▶ [PROBLEM TO SOLVE]:
Filter the entries below down to the lines that hold "exec".
━━━━
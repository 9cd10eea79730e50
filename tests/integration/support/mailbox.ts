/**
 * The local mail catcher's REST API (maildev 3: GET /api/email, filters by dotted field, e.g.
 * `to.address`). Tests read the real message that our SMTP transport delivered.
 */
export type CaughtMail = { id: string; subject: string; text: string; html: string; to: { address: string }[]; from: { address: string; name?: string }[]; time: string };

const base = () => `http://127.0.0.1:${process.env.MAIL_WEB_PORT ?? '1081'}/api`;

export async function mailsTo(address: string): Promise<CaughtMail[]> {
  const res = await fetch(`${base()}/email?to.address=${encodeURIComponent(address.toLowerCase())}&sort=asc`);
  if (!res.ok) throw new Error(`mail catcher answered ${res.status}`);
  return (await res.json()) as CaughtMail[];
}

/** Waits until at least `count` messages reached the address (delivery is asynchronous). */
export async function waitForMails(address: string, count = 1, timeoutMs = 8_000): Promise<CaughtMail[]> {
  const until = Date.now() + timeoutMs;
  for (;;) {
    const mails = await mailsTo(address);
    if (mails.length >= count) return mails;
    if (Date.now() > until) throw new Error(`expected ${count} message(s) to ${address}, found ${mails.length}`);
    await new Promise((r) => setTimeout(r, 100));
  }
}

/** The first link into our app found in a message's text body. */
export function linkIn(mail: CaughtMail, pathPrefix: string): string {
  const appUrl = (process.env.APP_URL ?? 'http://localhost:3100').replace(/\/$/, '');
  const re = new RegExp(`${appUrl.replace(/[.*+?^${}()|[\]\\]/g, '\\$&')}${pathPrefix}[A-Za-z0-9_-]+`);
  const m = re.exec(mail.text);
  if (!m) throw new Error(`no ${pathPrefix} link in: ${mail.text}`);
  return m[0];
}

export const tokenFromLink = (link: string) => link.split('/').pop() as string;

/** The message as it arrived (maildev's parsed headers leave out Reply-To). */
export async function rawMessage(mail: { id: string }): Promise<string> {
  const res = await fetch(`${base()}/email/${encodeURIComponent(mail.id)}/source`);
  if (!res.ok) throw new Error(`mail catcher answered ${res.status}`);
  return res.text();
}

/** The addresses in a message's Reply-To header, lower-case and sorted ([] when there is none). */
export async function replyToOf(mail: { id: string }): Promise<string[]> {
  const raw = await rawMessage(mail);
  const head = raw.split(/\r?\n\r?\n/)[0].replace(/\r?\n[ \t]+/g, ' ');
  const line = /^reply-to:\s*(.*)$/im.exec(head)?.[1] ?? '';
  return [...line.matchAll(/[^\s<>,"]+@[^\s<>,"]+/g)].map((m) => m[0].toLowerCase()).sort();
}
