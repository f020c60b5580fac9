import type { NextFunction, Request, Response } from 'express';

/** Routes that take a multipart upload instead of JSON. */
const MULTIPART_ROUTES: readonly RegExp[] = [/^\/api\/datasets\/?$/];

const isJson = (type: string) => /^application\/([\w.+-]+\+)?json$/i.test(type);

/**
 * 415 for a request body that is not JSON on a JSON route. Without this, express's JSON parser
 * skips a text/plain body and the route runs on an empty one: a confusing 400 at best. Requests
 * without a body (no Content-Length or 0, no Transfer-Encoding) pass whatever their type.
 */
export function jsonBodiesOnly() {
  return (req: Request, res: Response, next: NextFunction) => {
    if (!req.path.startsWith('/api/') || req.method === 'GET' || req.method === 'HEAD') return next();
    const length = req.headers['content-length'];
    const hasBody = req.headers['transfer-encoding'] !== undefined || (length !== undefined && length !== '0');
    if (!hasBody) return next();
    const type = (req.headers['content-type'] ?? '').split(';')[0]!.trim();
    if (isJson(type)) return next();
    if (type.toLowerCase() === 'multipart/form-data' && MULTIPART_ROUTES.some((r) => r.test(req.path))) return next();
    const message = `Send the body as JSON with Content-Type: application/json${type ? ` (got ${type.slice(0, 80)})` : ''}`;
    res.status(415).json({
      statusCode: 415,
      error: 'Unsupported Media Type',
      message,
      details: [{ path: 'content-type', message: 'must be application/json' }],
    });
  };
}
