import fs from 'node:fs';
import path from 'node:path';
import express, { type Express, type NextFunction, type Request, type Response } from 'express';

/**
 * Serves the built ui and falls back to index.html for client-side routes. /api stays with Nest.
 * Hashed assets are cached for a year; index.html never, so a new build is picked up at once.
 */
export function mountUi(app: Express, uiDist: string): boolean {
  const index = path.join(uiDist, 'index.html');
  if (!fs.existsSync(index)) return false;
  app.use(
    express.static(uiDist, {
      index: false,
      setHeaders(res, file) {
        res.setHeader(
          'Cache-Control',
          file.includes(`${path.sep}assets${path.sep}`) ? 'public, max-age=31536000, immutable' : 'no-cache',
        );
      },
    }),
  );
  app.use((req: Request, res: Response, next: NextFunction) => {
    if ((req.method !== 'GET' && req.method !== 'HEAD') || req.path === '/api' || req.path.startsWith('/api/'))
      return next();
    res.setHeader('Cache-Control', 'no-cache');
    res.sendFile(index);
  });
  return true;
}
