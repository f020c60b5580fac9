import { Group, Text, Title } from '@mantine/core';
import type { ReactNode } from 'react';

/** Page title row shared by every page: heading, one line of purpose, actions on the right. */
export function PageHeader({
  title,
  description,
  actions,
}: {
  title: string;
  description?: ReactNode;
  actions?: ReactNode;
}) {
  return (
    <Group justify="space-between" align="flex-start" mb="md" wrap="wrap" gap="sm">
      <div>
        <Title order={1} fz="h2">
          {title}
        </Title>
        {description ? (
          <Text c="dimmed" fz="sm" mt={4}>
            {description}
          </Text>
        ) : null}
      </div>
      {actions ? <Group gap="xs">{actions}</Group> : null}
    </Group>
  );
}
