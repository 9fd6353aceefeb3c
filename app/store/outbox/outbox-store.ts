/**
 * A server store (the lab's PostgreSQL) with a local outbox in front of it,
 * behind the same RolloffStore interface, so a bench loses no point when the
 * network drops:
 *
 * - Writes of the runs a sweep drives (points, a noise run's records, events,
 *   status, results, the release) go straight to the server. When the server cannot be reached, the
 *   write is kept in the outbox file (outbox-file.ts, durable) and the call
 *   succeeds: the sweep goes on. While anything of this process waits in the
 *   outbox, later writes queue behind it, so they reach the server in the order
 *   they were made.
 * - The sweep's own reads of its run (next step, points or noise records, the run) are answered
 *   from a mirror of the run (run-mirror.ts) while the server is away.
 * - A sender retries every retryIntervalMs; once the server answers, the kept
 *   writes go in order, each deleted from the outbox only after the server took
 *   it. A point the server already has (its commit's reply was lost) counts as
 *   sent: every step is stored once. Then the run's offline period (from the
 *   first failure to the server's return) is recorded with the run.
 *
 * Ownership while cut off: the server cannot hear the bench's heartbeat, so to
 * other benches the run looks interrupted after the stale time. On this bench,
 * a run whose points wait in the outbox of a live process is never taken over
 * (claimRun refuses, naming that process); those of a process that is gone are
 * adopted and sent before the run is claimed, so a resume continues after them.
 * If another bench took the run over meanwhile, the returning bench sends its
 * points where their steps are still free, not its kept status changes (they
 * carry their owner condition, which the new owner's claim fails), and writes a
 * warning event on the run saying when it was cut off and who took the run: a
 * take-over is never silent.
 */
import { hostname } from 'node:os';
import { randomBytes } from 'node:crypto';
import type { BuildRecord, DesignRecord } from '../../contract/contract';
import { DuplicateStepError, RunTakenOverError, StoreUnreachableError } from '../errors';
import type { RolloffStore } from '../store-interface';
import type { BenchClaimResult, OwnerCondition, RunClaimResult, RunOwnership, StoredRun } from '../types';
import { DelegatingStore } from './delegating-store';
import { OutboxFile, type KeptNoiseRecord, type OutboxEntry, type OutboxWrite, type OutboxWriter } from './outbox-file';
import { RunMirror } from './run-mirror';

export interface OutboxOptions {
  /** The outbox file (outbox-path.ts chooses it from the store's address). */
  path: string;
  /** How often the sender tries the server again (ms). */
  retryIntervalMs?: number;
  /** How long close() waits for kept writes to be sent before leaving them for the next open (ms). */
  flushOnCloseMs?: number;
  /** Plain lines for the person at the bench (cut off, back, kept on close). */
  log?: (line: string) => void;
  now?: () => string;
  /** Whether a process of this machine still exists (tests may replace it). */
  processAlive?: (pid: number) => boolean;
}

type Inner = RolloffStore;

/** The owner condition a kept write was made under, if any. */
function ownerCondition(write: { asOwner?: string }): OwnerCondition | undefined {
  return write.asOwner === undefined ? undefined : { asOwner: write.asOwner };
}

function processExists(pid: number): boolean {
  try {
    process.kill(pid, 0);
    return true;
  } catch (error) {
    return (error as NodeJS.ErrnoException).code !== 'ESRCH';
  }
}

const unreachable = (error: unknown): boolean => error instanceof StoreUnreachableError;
━━━━
▶ [RESULT FOR THIS EXERCISE]:
  const m = re.exec(mail.text);
  const line = /^reply-to:\s*(.*)$/im.exec(head)?.[1] ?? '';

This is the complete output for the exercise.